■ **What you need to do**
Return, from the data below, each line that contains the word "bySeparation".
::: Supplied information :::
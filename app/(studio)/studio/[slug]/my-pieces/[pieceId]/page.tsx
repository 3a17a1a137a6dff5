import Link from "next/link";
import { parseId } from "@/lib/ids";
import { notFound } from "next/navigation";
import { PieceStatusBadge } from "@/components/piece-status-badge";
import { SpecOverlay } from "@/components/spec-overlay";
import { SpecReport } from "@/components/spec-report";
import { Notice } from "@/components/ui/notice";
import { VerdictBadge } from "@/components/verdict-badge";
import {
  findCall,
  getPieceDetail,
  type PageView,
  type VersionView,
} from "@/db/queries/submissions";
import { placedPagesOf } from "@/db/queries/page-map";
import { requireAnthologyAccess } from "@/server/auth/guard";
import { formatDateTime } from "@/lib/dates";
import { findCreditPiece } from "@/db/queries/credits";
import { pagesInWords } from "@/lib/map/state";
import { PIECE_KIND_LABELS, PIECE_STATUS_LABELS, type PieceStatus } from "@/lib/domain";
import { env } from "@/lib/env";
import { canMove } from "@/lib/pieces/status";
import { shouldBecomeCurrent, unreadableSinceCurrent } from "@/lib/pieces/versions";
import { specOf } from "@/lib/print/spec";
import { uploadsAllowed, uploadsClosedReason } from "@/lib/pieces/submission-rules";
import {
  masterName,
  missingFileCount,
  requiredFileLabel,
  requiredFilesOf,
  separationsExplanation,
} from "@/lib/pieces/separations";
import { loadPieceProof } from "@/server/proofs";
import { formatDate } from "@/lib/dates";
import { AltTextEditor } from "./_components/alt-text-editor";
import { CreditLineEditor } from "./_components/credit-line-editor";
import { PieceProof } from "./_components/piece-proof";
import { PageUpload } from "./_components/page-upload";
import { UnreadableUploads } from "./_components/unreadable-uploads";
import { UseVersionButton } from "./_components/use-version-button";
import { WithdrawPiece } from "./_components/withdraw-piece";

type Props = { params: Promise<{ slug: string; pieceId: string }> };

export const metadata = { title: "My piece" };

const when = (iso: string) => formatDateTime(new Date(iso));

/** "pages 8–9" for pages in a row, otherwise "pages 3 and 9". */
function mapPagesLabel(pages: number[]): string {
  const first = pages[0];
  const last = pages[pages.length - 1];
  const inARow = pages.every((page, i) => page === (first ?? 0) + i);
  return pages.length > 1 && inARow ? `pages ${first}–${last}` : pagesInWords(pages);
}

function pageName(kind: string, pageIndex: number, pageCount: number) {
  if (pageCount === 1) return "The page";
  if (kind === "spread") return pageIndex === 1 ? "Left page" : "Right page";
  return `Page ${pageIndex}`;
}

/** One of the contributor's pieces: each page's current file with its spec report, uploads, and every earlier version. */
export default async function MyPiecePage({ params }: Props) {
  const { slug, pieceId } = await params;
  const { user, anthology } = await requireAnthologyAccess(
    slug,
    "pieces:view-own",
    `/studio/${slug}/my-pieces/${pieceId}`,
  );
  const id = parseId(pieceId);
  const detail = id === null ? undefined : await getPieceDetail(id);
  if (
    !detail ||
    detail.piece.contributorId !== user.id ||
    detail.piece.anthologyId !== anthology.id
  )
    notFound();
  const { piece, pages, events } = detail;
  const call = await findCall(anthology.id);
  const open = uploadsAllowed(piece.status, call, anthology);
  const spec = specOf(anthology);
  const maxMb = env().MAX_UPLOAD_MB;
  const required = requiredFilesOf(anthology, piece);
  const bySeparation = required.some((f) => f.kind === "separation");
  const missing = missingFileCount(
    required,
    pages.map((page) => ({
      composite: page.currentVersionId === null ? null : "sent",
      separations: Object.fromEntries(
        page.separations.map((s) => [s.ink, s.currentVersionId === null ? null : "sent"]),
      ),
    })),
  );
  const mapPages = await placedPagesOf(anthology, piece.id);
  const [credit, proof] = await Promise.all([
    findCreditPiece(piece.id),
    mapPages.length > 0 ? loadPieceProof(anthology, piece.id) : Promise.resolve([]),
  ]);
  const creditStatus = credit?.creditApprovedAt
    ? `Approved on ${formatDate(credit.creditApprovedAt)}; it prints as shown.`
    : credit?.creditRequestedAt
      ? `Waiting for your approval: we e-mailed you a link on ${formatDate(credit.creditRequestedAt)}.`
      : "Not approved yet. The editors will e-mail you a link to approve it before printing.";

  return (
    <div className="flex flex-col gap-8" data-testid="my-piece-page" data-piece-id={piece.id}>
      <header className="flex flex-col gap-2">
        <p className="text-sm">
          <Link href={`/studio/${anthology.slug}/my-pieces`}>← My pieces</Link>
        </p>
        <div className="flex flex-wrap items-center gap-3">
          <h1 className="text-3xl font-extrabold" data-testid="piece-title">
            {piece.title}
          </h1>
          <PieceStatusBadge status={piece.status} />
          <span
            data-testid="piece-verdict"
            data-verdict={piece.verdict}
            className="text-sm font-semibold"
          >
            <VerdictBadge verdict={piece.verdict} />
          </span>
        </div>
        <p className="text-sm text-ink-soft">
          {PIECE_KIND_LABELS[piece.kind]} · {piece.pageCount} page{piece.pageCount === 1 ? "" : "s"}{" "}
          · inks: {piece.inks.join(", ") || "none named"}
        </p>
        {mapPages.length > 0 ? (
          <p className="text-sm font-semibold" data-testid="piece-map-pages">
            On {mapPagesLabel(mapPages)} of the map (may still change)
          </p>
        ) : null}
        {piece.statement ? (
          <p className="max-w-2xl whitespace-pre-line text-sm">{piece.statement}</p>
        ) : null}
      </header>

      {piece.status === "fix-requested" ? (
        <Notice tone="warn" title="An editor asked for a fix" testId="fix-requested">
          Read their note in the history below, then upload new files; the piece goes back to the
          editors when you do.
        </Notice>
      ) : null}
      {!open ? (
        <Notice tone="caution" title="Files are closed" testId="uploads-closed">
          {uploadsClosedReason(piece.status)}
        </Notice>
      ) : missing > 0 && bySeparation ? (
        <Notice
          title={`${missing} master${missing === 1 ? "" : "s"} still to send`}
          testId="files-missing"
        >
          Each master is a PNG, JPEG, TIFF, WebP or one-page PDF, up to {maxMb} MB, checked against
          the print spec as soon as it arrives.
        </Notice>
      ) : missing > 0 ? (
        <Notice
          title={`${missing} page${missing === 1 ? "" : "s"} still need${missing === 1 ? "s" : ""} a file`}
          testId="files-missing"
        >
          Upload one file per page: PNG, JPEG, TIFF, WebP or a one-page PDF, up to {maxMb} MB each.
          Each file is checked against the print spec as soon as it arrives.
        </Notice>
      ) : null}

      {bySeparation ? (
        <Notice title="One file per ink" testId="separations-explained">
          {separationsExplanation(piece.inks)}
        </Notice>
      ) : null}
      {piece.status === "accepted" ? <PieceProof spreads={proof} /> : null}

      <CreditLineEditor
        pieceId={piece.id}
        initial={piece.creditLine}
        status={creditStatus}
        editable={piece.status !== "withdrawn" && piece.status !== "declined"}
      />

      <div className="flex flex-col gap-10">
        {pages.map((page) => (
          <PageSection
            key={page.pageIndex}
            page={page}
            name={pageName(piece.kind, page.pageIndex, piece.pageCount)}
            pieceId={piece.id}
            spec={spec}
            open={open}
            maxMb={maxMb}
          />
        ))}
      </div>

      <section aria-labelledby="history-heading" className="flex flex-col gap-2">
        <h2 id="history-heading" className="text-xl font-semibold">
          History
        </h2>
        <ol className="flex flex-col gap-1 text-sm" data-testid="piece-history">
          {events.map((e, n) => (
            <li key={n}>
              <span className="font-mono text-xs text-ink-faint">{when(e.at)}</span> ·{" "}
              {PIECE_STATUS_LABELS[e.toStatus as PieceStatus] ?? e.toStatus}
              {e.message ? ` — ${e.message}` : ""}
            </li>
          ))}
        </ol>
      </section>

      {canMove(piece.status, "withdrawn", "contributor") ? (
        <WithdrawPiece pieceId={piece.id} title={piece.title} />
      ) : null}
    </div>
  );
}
:::
■ **Answer to this exercise**
  const bySeparation = required.some((f) => f.kind === "separation");
      ) : missing > 0 && bySeparation ? (
      {bySeparation ? (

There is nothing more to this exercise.